> _WHAT YOU ARE ASKED TO DO_: Report each line of the entries below that includes "options".

*** DATA IN THIS EXERCISE ***

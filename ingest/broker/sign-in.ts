import type { AuthenticateError, Client } from 'aedes'
import { isDeviceSecret } from '@/db/device-secret'
import type { Device } from '@/db/queries/devices'
import type { RefusalReason } from '@/lib/wire/mqtt'
import type { Credentials } from '../worker/credentials'
import type { Ingest } from '../worker/ingest'
import { pause, within } from '../worker/pause'
import { sourceOf } from '../worker/take'
import { FailedConnects } from './failed-connects'
import { LIMITS } from './limits'

/** CONNACK return codes of MQTT 3.1.1 §3.2.2.3. */
const returnCodes = { otherClientId: 2, unavailable: 3, badSecret: 4, notAuthorized: 5 } as const
type ReturnCode = (typeof returnCodes)[keyof typeof returnCodes]

type Failure = { reason: RefusalReason; code: ReturnCode; device?: Device }

/** Address of the peer, as refusals of strangers name it. */
export function addressOf(client: Client): string {
  const { conn } = client
  const address = 'remoteAddress' in conn ? conn.remoteAddress : undefined
  return (address ?? 'unknown').replace(/^::ffff:/, '')
}

/** Says who a connecting client is; every failure is recorded, and answered late. */
export class SignIn {
  readonly #failed = new FailedConnects()
  readonly #ingest: Ingest
  readonly #credentials: Credentials
  readonly #nowMs: () => number

  constructor(options: { ingest: Ingest; credentials: Credentials; nowMs: () => number }) {
    this.#ingest = options.ingest
    this.#credentials = options.credentials
    this.#nowMs = options.nowMs
  }

  /** The device, or the error whose return code goes into the CONNACK. */
  async check(
    client: Client,
    userName: string | undefined,
    secret: Uint8Array | undefined,
  ): Promise<Device | AuthenticateError> {
    if (!this.#ingest.isOpen) return refusal(returnCodes.unavailable, 'the store is away, come again')
    const name = userName ?? ''
    const address = addressOf(client)
    if (this.#failed.isLocked(address, name, this.#nowMs()))
      return this.#fail(client, name, { reason: 'too-many-failed-connects', code: returnCodes.notAuthorized })
    const found = await within(
      this.#credentials.find(name).then((device) => ({ device })),
      4000,
    ).catch(() => undefined)
    if (!found) return refusal(returnCodes.unavailable, 'the store does not answer, come again')
    const failure = failureOf(found.device, client.id, secret)
    if (failure) return this.#fail(client, name, failure)
    this.#failed.clear(address, name)
    return found.device!
  }

  /** Records a refusal of someone who is not signed in, under the address. */
  noteStranger(client: Client, reason: RefusalReason, detail: string): void {
    const source = { source: `address ${addressOf(client)}`, organizationId: null, sensorId: null }
    this.#ingest.note({ ...source, reason, detail, sample: null, receivedMs: this.#nowMs() })
  }

  async #fail(client: Client, userName: string, failure: Failure): Promise<AuthenticateError> {
    const address = addressOf(client)
    this.#failed.add(address, userName, this.#nowMs())
    const detail = `user name ${JSON.stringify(userName.slice(0, 80))}, client id ${JSON.stringify(client.id.slice(0, 80))}, from ${address}`
    if (failure.device) {
      const receivedMs = this.#nowMs()
      this.#ingest.note({
        ...sourceOf(failure.device),
        reason: failure.reason,
        detail,
        sample: null,
        receivedMs,
      })
    } else this.noteStranger(client, failure.reason, detail)
    await pause(LIMITS.failedConnectAnswerMs)
    return refusal(failure.code, failure.reason)
  }
}

function failureOf(
  device: Device | undefined,
  clientId: string,
  secret: Uint8Array | undefined,
): Failure | undefined {
  if (!device) return { reason: 'unknown-device', code: returnCodes.badSecret }
  if (!secret || !isDeviceSecret(secret, device.secretSha256))
    return { reason: 'wrong-secret', code: returnCodes.badSecret, device }
  if (device.retired) return { reason: 'retired-device', code: returnCodes.notAuthorized, device }
  if (clientId.toLowerCase() !== device.userName.toLowerCase())
    return { reason: 'other-client-id', code: returnCodes.otherClientId, device }
  return undefined
}

function refusal(returnCode: ReturnCode, message: string): AuthenticateError {
  return Object.assign(new Error(message), { returnCode }) as AuthenticateError
}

*** End of DATA IN THIS EXERCISE ***

> _SOLUTION TO THIS TASK_:
  constructor(options: { ingest: Ingest; credentials: Credentials; nowMs: () => number }) {
    this.#ingest = options.ingest
    this.#credentials = options.credentials
    this.#nowMs = options.nowMs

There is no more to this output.